(Saved entries)
□ □ □ □

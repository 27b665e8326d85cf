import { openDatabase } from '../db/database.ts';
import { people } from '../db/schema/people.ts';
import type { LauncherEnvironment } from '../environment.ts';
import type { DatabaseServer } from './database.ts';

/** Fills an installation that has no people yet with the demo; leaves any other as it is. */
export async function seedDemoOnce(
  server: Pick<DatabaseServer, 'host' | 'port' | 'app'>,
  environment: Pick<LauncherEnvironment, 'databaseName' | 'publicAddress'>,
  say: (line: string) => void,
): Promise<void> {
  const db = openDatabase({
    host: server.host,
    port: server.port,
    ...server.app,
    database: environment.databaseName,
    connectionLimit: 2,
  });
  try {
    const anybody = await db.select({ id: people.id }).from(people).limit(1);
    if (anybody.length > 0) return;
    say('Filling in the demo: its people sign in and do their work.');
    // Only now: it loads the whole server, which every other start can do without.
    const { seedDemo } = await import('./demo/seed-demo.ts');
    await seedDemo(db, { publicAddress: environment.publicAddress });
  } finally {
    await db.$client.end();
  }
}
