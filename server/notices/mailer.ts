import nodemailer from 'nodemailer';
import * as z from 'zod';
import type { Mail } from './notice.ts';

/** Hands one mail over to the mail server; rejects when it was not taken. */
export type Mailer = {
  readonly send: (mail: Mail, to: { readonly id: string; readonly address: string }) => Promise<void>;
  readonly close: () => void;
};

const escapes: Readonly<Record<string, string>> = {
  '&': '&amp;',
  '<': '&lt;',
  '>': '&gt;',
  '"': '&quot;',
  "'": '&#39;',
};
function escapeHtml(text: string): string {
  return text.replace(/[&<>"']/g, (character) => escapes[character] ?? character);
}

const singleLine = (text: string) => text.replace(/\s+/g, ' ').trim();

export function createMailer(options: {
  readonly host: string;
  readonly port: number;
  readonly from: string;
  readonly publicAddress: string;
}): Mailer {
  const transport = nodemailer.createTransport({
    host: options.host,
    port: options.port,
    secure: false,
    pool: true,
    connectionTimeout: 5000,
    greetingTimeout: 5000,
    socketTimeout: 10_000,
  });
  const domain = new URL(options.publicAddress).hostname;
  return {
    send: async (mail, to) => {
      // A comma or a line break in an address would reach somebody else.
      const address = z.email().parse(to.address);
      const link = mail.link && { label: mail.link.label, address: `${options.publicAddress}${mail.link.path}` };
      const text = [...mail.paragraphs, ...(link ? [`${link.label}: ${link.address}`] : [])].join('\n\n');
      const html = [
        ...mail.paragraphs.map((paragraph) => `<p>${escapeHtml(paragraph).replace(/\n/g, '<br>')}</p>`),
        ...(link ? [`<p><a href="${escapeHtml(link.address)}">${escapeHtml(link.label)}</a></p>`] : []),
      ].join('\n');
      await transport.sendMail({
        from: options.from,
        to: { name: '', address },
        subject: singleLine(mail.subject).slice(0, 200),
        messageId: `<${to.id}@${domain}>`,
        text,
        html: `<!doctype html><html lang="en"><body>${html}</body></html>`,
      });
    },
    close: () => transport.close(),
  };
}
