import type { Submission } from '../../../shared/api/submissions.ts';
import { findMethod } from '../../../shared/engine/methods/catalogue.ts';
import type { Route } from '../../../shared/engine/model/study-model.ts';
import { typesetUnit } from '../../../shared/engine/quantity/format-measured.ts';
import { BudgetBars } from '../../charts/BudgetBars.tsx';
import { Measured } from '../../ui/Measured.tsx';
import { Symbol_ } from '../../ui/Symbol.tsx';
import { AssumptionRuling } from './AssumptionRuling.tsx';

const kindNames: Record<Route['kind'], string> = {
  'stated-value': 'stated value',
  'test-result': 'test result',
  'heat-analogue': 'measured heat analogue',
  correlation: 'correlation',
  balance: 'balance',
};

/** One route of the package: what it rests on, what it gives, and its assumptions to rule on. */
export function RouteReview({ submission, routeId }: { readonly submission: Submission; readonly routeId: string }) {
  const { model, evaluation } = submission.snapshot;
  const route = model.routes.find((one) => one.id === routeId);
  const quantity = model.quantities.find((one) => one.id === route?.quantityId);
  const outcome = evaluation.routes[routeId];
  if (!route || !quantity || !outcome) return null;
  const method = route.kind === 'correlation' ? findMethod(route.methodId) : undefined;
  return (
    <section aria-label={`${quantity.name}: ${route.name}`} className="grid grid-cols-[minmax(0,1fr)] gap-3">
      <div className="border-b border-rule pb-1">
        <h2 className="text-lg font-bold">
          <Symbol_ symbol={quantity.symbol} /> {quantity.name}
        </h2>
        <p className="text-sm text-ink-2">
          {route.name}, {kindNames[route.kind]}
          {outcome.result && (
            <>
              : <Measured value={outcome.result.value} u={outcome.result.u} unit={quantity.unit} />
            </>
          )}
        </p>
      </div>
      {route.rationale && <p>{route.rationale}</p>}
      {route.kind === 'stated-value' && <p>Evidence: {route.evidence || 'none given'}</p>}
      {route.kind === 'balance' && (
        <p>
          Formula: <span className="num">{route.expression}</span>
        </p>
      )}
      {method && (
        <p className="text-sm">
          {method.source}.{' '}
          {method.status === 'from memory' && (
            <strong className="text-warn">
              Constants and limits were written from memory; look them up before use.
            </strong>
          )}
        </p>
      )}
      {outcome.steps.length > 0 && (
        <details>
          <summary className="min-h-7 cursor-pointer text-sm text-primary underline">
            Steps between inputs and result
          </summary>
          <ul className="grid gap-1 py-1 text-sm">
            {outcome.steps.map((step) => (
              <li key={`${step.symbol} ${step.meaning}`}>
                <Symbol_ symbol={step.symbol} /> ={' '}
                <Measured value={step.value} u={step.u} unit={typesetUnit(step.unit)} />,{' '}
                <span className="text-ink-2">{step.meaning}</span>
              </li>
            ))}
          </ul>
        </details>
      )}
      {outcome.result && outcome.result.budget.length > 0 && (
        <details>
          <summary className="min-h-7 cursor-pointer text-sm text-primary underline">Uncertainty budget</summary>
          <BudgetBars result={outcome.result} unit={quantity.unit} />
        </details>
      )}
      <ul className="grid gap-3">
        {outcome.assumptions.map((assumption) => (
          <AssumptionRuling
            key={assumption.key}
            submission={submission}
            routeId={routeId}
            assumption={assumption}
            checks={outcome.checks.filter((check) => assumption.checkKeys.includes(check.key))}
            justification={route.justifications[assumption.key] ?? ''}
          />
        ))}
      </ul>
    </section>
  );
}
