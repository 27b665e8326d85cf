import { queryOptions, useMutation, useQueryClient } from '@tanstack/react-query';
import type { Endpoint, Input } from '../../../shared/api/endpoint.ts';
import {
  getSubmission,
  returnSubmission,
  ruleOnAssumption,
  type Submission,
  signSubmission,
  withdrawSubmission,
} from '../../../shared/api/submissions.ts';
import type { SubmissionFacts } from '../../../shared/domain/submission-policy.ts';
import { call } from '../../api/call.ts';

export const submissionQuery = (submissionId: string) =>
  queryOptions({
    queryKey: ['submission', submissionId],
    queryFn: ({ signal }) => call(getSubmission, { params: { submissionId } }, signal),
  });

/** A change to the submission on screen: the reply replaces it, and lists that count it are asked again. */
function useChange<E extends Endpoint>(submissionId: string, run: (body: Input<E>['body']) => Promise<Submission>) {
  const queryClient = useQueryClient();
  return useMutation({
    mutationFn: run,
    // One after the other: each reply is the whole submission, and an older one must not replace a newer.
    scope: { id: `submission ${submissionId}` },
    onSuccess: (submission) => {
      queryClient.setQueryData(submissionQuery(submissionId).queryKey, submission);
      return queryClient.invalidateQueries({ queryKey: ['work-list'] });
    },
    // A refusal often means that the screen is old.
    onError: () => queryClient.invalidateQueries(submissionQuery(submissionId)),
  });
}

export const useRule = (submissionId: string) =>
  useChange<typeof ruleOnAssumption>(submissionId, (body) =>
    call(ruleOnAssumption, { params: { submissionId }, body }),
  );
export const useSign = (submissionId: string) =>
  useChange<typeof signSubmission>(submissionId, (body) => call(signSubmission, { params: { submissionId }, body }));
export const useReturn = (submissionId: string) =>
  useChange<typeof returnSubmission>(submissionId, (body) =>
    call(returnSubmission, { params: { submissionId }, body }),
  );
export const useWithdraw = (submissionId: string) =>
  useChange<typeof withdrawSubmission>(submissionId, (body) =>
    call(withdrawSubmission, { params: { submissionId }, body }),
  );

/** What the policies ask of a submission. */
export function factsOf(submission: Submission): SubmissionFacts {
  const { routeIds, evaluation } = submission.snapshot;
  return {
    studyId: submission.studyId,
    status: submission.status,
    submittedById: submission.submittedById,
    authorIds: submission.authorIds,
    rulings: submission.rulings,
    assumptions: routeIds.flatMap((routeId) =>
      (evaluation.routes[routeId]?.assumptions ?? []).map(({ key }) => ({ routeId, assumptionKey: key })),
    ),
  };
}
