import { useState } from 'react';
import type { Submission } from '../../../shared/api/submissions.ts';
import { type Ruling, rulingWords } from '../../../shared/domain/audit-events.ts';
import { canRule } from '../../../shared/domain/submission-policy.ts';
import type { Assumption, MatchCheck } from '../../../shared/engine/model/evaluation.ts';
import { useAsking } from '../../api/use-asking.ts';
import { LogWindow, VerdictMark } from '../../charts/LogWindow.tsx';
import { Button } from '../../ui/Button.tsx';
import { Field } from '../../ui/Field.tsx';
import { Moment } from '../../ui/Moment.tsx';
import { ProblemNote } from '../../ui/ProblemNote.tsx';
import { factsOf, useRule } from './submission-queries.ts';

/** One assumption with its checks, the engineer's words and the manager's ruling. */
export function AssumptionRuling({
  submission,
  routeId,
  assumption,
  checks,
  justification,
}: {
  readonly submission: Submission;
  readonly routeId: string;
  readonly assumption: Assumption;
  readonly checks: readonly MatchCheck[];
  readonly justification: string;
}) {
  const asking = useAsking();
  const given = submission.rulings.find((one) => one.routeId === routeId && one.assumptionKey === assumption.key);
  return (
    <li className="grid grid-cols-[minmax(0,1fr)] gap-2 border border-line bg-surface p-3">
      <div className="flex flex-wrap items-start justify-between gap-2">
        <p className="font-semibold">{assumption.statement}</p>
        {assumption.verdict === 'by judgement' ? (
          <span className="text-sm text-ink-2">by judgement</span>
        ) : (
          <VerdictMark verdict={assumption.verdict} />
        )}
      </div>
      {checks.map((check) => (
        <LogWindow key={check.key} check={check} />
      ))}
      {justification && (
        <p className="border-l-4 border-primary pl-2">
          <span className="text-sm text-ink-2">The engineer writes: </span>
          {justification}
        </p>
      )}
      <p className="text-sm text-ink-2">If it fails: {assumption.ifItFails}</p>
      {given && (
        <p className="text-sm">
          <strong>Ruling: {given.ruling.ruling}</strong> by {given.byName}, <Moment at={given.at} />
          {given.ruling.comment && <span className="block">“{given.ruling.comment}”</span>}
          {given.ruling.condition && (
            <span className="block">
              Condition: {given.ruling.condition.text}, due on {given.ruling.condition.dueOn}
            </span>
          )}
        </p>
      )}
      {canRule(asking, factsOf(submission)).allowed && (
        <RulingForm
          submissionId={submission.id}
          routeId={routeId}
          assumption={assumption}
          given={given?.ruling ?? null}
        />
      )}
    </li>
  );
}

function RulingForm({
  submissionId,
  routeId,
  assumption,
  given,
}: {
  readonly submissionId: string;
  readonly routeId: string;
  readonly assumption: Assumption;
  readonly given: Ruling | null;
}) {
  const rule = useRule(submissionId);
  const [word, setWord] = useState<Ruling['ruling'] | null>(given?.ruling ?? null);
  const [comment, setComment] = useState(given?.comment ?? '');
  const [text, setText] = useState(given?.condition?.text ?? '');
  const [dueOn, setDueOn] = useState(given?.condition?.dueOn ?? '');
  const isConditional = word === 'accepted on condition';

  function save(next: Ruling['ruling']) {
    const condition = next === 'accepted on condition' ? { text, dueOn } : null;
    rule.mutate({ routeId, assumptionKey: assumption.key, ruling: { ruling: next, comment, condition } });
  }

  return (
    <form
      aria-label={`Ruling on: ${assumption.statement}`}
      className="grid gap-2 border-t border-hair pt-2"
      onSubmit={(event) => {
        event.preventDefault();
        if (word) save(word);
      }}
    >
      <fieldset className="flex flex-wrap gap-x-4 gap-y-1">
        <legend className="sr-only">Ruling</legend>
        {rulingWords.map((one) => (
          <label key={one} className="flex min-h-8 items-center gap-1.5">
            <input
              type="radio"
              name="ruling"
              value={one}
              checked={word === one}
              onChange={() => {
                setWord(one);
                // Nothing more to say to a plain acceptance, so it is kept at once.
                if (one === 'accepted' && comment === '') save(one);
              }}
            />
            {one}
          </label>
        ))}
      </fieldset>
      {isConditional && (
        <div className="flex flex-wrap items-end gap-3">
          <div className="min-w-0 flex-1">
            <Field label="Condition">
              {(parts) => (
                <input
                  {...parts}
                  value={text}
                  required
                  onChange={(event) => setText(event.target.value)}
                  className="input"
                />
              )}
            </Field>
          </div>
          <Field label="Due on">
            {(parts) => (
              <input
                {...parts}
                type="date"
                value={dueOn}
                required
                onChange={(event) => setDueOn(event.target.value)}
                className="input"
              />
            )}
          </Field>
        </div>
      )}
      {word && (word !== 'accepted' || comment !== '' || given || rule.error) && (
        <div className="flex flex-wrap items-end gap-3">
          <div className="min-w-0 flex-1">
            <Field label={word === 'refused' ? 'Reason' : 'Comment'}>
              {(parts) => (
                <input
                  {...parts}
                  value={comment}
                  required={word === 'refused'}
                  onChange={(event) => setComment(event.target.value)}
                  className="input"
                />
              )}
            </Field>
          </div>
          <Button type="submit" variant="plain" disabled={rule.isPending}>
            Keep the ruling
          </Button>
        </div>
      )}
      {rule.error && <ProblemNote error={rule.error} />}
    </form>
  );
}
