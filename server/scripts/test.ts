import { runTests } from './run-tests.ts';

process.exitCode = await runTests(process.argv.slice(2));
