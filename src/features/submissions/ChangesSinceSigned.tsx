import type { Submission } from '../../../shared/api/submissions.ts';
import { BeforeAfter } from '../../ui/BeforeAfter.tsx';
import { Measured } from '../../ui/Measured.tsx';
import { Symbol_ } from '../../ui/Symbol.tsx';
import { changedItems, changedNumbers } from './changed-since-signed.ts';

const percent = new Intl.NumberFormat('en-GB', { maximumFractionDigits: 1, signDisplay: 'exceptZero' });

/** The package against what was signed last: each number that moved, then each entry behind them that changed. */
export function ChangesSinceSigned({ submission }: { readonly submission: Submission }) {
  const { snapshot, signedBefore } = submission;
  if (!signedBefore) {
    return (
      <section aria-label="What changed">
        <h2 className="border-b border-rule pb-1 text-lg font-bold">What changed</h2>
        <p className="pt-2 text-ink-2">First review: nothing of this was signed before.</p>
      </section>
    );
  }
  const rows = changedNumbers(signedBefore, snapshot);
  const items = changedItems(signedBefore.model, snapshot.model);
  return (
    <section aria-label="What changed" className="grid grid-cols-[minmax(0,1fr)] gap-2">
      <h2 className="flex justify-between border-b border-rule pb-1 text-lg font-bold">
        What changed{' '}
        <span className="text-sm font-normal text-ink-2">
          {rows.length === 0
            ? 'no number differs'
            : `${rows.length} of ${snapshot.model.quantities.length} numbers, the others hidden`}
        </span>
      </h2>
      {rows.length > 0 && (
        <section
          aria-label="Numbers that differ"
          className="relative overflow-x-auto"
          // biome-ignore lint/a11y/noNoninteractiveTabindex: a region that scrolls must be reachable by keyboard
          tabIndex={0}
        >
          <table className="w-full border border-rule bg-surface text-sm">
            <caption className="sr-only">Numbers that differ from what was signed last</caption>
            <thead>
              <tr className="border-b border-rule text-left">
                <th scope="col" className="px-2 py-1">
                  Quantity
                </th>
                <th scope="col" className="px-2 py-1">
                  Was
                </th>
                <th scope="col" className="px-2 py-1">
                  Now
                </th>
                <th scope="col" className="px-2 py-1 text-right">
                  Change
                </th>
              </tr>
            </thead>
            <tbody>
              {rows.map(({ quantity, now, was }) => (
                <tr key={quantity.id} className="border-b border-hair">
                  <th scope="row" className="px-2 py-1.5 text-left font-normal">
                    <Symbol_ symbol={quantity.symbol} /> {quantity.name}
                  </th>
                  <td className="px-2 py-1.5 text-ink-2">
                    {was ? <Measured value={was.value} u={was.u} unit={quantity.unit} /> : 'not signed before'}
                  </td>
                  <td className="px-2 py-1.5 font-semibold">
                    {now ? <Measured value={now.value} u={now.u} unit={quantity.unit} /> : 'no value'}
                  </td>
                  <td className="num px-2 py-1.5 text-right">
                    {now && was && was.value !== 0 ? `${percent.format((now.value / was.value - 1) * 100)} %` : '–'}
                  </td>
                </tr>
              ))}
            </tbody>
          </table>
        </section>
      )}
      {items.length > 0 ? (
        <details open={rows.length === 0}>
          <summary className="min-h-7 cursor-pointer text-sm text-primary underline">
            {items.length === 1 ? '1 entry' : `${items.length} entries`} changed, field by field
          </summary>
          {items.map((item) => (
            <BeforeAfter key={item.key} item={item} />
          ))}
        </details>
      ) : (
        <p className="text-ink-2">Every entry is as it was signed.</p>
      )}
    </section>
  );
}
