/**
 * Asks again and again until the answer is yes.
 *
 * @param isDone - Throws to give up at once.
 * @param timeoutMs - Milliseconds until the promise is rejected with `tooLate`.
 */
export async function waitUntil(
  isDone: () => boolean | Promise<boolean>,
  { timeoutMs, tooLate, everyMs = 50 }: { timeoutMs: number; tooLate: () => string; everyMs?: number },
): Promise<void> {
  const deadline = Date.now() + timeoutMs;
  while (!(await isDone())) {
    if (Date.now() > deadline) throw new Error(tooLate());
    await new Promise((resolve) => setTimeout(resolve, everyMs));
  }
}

□ □ □ □

How many lines in the records include "Moment"? Answer with the number alone.

2